= About this task =
Should a line below contain the word "startsWith", report it.

= Records contained in a dataset =
- Opening Delimiter -

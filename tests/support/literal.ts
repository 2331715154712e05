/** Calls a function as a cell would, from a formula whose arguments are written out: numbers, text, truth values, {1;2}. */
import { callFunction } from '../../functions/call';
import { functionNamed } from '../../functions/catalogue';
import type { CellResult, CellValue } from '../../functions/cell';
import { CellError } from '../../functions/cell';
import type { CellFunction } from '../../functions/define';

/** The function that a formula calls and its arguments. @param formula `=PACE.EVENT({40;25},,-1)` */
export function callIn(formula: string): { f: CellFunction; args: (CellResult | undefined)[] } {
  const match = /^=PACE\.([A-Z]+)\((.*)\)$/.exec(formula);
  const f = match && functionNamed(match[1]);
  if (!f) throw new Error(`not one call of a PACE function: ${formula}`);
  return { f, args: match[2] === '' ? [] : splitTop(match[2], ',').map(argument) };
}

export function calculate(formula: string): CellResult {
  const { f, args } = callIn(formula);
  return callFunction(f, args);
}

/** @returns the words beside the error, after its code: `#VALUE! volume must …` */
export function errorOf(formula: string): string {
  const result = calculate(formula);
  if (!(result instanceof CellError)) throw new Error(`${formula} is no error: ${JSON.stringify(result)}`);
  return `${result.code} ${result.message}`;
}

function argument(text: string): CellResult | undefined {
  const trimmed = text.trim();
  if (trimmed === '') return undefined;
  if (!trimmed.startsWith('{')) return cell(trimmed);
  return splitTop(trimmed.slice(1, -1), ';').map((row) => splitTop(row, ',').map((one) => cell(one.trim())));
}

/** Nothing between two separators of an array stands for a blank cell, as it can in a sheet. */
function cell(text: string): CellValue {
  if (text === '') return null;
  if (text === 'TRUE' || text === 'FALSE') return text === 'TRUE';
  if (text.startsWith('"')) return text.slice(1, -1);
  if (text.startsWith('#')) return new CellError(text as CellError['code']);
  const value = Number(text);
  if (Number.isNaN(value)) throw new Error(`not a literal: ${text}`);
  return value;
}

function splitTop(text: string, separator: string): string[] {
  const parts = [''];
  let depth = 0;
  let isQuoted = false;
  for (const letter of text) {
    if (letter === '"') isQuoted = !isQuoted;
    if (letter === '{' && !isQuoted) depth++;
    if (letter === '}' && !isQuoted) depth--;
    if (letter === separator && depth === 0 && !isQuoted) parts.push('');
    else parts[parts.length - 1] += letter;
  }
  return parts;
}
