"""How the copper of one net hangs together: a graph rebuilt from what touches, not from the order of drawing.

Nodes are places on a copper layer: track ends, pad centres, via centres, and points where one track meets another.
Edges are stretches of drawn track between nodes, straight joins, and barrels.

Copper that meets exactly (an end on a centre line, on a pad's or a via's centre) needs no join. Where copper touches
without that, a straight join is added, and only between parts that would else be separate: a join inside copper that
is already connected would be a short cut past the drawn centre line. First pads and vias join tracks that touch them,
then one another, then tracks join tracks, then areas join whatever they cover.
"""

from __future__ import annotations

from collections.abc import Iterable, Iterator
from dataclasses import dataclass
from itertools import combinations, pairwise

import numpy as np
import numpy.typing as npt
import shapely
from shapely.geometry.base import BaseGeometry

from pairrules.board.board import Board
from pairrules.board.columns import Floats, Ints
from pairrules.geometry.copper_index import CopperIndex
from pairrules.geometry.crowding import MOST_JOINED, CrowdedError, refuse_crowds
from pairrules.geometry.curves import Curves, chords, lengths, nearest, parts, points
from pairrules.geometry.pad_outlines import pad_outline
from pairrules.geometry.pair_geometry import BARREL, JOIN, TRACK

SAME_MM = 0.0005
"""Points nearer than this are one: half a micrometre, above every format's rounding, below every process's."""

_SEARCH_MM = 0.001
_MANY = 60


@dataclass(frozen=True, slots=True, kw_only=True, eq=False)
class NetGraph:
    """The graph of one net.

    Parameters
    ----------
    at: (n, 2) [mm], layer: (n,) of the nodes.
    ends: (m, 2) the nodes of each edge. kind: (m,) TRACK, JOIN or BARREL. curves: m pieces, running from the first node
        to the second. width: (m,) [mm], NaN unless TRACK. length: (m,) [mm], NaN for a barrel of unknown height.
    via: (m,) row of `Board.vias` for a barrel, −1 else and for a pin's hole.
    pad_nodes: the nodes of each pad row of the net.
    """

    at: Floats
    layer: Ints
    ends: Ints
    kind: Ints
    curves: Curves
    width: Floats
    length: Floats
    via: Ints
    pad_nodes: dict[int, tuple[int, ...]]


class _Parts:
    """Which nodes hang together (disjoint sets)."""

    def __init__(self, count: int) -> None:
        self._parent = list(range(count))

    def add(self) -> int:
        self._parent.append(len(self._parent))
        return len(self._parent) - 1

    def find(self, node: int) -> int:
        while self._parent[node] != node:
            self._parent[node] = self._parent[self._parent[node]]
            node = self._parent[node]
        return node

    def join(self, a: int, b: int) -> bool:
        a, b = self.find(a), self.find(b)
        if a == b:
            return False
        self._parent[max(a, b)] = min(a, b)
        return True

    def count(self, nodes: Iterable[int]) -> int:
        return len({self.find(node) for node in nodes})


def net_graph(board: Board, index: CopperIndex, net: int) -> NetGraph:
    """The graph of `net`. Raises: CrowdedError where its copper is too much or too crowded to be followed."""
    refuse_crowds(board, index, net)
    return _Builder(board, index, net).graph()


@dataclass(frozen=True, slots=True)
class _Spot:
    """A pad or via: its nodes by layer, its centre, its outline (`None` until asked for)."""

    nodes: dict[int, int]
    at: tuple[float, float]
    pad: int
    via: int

- Closing Delimiter -
- Opening Delimiter -

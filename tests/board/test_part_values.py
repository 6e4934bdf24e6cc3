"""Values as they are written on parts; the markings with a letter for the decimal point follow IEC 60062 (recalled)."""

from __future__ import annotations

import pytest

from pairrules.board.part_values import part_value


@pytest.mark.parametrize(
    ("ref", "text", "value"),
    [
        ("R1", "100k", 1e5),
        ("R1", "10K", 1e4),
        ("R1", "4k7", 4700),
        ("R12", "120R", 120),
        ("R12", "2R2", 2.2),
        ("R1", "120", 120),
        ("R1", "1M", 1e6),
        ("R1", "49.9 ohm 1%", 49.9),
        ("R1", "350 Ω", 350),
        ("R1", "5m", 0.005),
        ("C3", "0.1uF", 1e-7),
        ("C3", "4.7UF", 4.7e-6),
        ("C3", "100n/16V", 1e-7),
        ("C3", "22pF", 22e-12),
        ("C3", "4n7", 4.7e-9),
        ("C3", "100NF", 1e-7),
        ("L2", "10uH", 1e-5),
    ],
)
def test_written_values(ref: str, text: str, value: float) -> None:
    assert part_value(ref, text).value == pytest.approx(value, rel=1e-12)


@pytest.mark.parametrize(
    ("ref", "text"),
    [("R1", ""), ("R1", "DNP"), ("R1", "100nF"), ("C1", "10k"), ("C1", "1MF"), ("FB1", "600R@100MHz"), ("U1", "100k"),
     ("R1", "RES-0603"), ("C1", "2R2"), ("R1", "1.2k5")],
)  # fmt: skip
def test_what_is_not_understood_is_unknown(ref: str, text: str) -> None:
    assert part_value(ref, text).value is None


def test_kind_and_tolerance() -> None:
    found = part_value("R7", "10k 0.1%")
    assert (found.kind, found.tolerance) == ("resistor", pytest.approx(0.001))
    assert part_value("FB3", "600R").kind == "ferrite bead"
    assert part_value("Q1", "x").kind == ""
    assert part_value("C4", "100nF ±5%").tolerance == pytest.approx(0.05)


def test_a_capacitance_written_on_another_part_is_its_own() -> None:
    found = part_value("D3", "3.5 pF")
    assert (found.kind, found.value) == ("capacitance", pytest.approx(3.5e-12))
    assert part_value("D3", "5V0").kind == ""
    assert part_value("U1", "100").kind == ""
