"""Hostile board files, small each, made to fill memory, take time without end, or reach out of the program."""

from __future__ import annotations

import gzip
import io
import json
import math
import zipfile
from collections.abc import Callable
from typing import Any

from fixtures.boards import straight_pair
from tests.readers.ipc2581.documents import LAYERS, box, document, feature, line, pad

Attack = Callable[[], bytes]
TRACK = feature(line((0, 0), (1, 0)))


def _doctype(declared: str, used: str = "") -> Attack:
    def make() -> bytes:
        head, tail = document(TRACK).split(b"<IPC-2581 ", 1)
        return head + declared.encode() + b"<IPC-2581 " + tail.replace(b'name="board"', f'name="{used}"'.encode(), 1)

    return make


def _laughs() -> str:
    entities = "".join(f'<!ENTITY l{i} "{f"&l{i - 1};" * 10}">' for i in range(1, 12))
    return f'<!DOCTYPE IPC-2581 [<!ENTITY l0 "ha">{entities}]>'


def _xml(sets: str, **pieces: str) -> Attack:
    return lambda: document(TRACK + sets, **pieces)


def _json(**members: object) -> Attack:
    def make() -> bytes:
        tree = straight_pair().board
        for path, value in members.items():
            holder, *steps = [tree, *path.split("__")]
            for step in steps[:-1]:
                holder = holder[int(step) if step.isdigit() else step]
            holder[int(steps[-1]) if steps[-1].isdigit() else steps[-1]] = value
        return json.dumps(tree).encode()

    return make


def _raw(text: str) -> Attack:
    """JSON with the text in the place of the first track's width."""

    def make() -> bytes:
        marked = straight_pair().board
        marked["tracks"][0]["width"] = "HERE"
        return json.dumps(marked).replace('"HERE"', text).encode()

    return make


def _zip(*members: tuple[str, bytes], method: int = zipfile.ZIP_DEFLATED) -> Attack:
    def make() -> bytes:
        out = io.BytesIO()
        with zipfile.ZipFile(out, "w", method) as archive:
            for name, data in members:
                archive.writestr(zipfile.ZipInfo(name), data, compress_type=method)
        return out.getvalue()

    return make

- Closing Delimiter -

= Solution =
  if (!trimmed.startsWith('{')) return cell(trimmed);
  if (text.startsWith('"')) return text.slice(1, -1);
  if (text.startsWith('#')) return new CellError(text as CellError['code']);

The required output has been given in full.